**What to work on**
An identical copy of the listing below is all the answer should contain.
== Segment start ==
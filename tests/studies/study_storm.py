"""Storm: thousands of gates, hundreds of faults, every count with a number of its own.

python -m tests.studies.study_storm [gates] [share of spoilt replies]

In virtual time over TCP with waits as on a real bench; in real time over TCP, a serial port, RFC 2217 and
HiSLIP with waits a tenth of that, but for the longest: a busy computer is late too. The same storm is put on
a client that does not look before a command. Another storm asks a stage to move and compares true places.
"""

from __future__ import annotations

import logging
import sys
import tempfile
from collections.abc import Callable
from dataclasses import dataclass, replace
from pathlib import Path
from typing import Any

import numpy as np

from daq.devices.clock import RealClock
from daq.devices.links import Link
from daq.devices.registry import open_devices
from daq.devices.wire import Wire
from daq.errors import DeviceError
from daq.ports import Clock
from simulators.bench import open_bench
from simulators.clock import VirtualClock
from simulators.hosts import serve
from tests.daq.devices.real import on_port
from tests.daq.devices.test_links import ADDRESS, BlindLink, Device, Fault
from tests.examples import lantern_rig

KINDS = ("silent", "half", "garbage", "doubled", "late", "late")
MOVE_KINDS = ("silent", "half", "garbage", "double", "late")
WIRE = Wire(identity="*IDN?", identity_reply=r"LANTERN,\w+,\d+")
QUICK = replace(WIRE, timeout_s=0.05, quiet_s=0.005, late_s=0.4)


@dataclass
class Outcome:
    """What a storm left."""

    injected: int = 0
    good: int = 0
    loud: int = 0
    wrong: int = 0

    def __str__(self) -> str:
        return (
            f"{self.injected:5} faults, {self.good:5} good, {self.loud:5} failed loudly, "
            f"{self.wrong:5} silently wrong"
        )


def spoilt(seed: int, share: float, least_s: float, most_s: float) -> dict[int, Fault]:
    """Return which replies are spoilt, and how: number of the line -> kind and lateness."""
    random = np.random.default_rng(seed)
    lines = np.flatnonzero(random.random(100_000) < share)
    return {int(one): (KINDS[random.integers(6)], float(random.uniform(least_s, most_s))) for one in lines}


def gates(clock: Clock, link: Link, device: Device, many: int, dwell_s: float) -> Outcome:
    """Count gates; each count is a number that no other gate has."""
    outcome = Outcome()
    for _ in range(many):
        try:
            link.ask("ARM", "ok")
            clock.sleep_until(clock.now_ns() + round(dwell_s * 1e9))
            while link.ask("BUSY?", "[01]", safe_to_repeat=True)[0] == "1":
                clock.sleep_until(clock.now_ns() + round(dwell_s * 1e7))
            number = link.ask("N?", r"\d+", safe_to_repeat=True)[0]
        except DeviceError:
            outcome.loud += 1
            continue
        if int(number) == device.asked[-1]:
            outcome.good += 1
        else:
            outcome.wrong += 1
    outcome.injected = sum(line <= device.lines for line in device.faults)
    return outcome


def virtual(make: Callable[..., Link], wire: Wire, many: int, share: float) -> Outcome:
    """Return what a storm leaves over TCP in virtual time, gates of 9 s."""
    clock = VirtualClock(0)
    device = Device(clock)
    with serve(clock, ADDRESS, device, "tcp"), make(clock, ADDRESS, wire, "counter") as link:
        device.faults = spoilt(1, share, 0.6, 1.2)
        return gates(clock, link, device, many, 9.0)


def real(kind: str, make: Callable[..., Link], wire: Wire, many: int, share: float) -> Outcome:
    """Return what the storm leaves on a real port."""
    clock = RealClock()
    device = Device(clock)
    with (
        tempfile.TemporaryDirectory() as folder,
        on_port(kind, device, Path(folder)) as port,
        make(clock, port.address, wire, "counter") as link,
    ):
        device.faults = spoilt(1, share, 0.06, 0.12)
        return gates(clock, link, device, many, 0.001)


def moves(many: int, share: float) -> Outcome:
    """Return what a storm leaves of moves of the Lantern bench, whose true places the bench knows.

    A move is wrong when nothing failed and the axis does not stand where it was sent.
    """
    rig, outcome = lantern_rig(), Outcome()
    script = {"seed": 2, "fault": [_fault(kind, 3600 * share) for kind in MOVE_KINDS]}
    bench = open_bench(rig, seed=1, transport="tcp", state=None, faults=script)
    clock, tolerance_mm = bench.clock, rig.axes["detector"].tolerance_mm
    with open_devices(rig, clock) as devices:
        stage = devices.detector
        stage.home()
        for place in range(many):
            target_mm = (place * 7 % 200) / 10 - 10
            try:
                clock.sleep_until(clock.now_ns() + round(stage.start(target_mm) * 1e9))
                seen = stage.state()
            except DeviceError:
                outcome.loud += 1
                continue
            true_mm = bench.truth_mm("detector")
            if seen.moving or abs(seen.encoder_mm - target_mm) > tolerance_mm:
                outcome.loud += 1  # the encoder says so
            elif abs(true_mm - target_mm) <= tolerance_mm:
                outcome.good += 1
            else:
                outcome.wrong += 1
        outcome.injected = sum(one.outcome == "struck" for one in bench.struck())
    bench.close()
    return outcome


def _fault(kind: str, per_hour: float) -> dict[str, Any]:
    late = {"seconds": 0.9} if kind == "late" else {}
    return {"kind": kind, "device": "stages", "per_hour": per_hour} | late


def main(many: int, share: float) -> None:
    """Print a line for every link and client."""
    logging.disable(logging.WARNING)
    blind = replace(WIRE, late_s=0.0)
    print(f"counts, virtual time, TCP              {virtual(Link, WIRE, many, share)}")
    print(f"counts, virtual time, without looking  {virtual(BlindLink, blind, many, share)}")
    print(f"positions, virtual time, TCP           {moves(many, share)}", flush=True)
    for kind in ("tcp", "serial", "rfc2217", "hislip"):
        print(f"counts, real time, {kind:8}            {real(kind, Link, QUICK, many, share)}", flush=True)
        quick = replace(QUICK, late_s=0.0)
        print(
            f"counts, real time, {kind:8} not looking {real(kind, BlindLink, quick, many, share)}", flush=True
        )


if __name__ == "__main__":
    main(int(sys.argv[1]) if len(sys.argv) > 1 else 2000, float(sys.argv[2]) if len(sys.argv) > 2 else 0.05)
== Segment end ==
**Response area**
filename tests/studies/study_storm.py
"""Storm: thousands of gates, hundreds of faults, every count with a number of its own.

python -m tests.studies.study_storm [gates] [share of spoilt replies]

In virtual time over TCP with waits as on a real bench; in real time over TCP, a serial port, RFC 2217 and
HiSLIP with waits a tenth of that, but for the longest: a busy computer is late too. The same storm is put on
a client that does not look before a command. Another storm asks a stage to move and compares true places.
"""

from __future__ import annotations

import logging
import sys
import tempfile
from collections.abc import Callable
from dataclasses import dataclass, replace
from pathlib import Path
from typing import Any

import numpy as np

from daq.devices.clock import RealClock
from daq.devices.links import Link
from daq.devices.registry import open_devices
from daq.devices.wire import Wire
from daq.errors import DeviceError
from daq.ports import Clock
from simulators.bench import open_bench
from simulators.clock import VirtualClock
from simulators.hosts import serve
from tests.daq.devices.real import on_port
from tests.daq.devices.test_links import ADDRESS, BlindLink, Device, Fault
from tests.examples import lantern_rig

KINDS = ("silent", "half", "garbage", "doubled", "late", "late")
MOVE_KINDS = ("silent", "half", "garbage", "double", "late")
WIRE = Wire(identity="*IDN?", identity_reply=r"LANTERN,\w+,\d+")
QUICK = replace(WIRE, timeout_s=0.05, quiet_s=0.005, late_s=0.4)


@dataclass
class Outcome:
    """What a storm left."""

    injected: int = 0
    good: int = 0
    loud: int = 0
    wrong: int = 0

    def __str__(self) -> str:
        return (
            f"{self.injected:5} faults, {self.good:5} good, {self.loud:5} failed loudly, "
            f"{self.wrong:5} silently wrong"
        )


def spoilt(seed: int, share: float, least_s: float, most_s: float) -> dict[int, Fault]:
    """Return which replies are spoilt, and how: number of the line -> kind and lateness."""
    random = np.random.default_rng(seed)
    lines = np.flatnonzero(random.random(100_000) < share)
    return {int(one): (KINDS[random.integers(6)], float(random.uniform(least_s, most_s))) for one in lines}


def gates(clock: Clock, link: Link, device: Device, many: int, dwell_s: float) -> Outcome:
    """Count gates; each count is a number that no other gate has."""
    outcome = Outcome()
    for _ in range(many):
        try:
            link.ask("ARM", "ok")
            clock.sleep_until(clock.now_ns() + round(dwell_s * 1e9))
            while link.ask("BUSY?", "[01]", safe_to_repeat=True)[0] == "1":
                clock.sleep_until(clock.now_ns() + round(dwell_s * 1e7))
            number = link.ask("N?", r"\d+", safe_to_repeat=True)[0]
        except DeviceError:
            outcome.loud += 1
            continue
        if int(number) == device.asked[-1]:
            outcome.good += 1
        else:
            outcome.wrong += 1
    outcome.injected = sum(line <= device.lines for line in device.faults)
    return outcome


def virtual(make: Callable[..., Link], wire: Wire, many: int, share: float) -> Outcome:
    """Return what a storm leaves over TCP in virtual time, gates of 9 s."""
    clock = VirtualClock(0)
    device = Device(clock)
    with serve(clock, ADDRESS, device, "tcp"), make(clock, ADDRESS, wire, "counter") as link:
        device.faults = spoilt(1, share, 0.6, 1.2)
        return gates(clock, link, device, many, 9.0)


def real(kind: str, make: Callable[..., Link], wire: Wire, many: int, share: float) -> Outcome:
    """Return what the storm leaves on a real port."""
    clock = RealClock()
    device = Device(clock)
    with (
        tempfile.TemporaryDirectory() as folder,
        on_port(kind, device, Path(folder)) as port,
        make(clock, port.address, wire, "counter") as link,
    ):
        device.faults = spoilt(1, share, 0.06, 0.12)
        return gates(clock, link, device, many, 0.001)


def moves(many: int, share: float) -> Outcome:
    """Return what a storm leaves of moves of the Lantern bench, whose true places the bench knows.

    A move is wrong when nothing failed and the axis does not stand where it was sent.
    """
    rig, outcome = lantern_rig(), Outcome()
    script = {"seed": 2, "fault": [_fault(kind, 3600 * share) for kind in MOVE_KINDS]}
    bench = open_bench(rig, seed=1, transport="tcp", state=None, faults=script)
    clock, tolerance_mm = bench.clock, rig.axes["detector"].tolerance_mm
    with open_devices(rig, clock) as devices:
        stage = devices.detector
        stage.home()
        for place in range(many):
            target_mm = (place * 7 % 200) / 10 - 10
            try:
                clock.sleep_until(clock.now_ns() + round(stage.start(target_mm) * 1e9))
                seen = stage.state()
            except DeviceError:
                outcome.loud += 1
                continue
            true_mm = bench.truth_mm("detector")
            if seen.moving or abs(seen.encoder_mm - target_mm) > tolerance_mm:
                outcome.loud += 1  # the encoder says so
            elif abs(true_mm - target_mm) <= tolerance_mm:
                outcome.good += 1
            else:
                outcome.wrong += 1
        outcome.injected = sum(one.outcome == "struck" for one in bench.struck())
    bench.close()
    return outcome


def _fault(kind: str, per_hour: float) -> dict[str, Any]:
    late = {"seconds": 0.9} if kind == "late" else {}
    return {"kind": kind, "device": "stages", "per_hour": per_hour} | late


def main(many: int, share: float) -> None:
    """Print a line for every link and client."""
    logging.disable(logging.WARNING)
    blind = replace(WIRE, late_s=0.0)
    print(f"counts, virtual time, TCP              {virtual(Link, WIRE, many, share)}")
    print(f"counts, virtual time, without looking  {virtual(BlindLink, blind, many, share)}")
    print(f"positions, virtual time, TCP           {moves(many, share)}", flush=True)
    for kind in ("tcp", "serial", "rfc2217", "hislip"):
        print(f"counts, real time, {kind:8}            {real(kind, Link, QUICK, many, share)}", flush=True)
        quick = replace(QUICK, late_s=0.0)
        print(
            f"counts, real time, {kind:8} not looking {real(kind, BlindLink, quick, many, share)}", flush=True
        )


if __name__ == "__main__":
    main(int(sys.argv[1]) if len(sys.argv) > 1 else 2000, float(sys.argv[2]) if len(sys.argv) > 2 else 0.05)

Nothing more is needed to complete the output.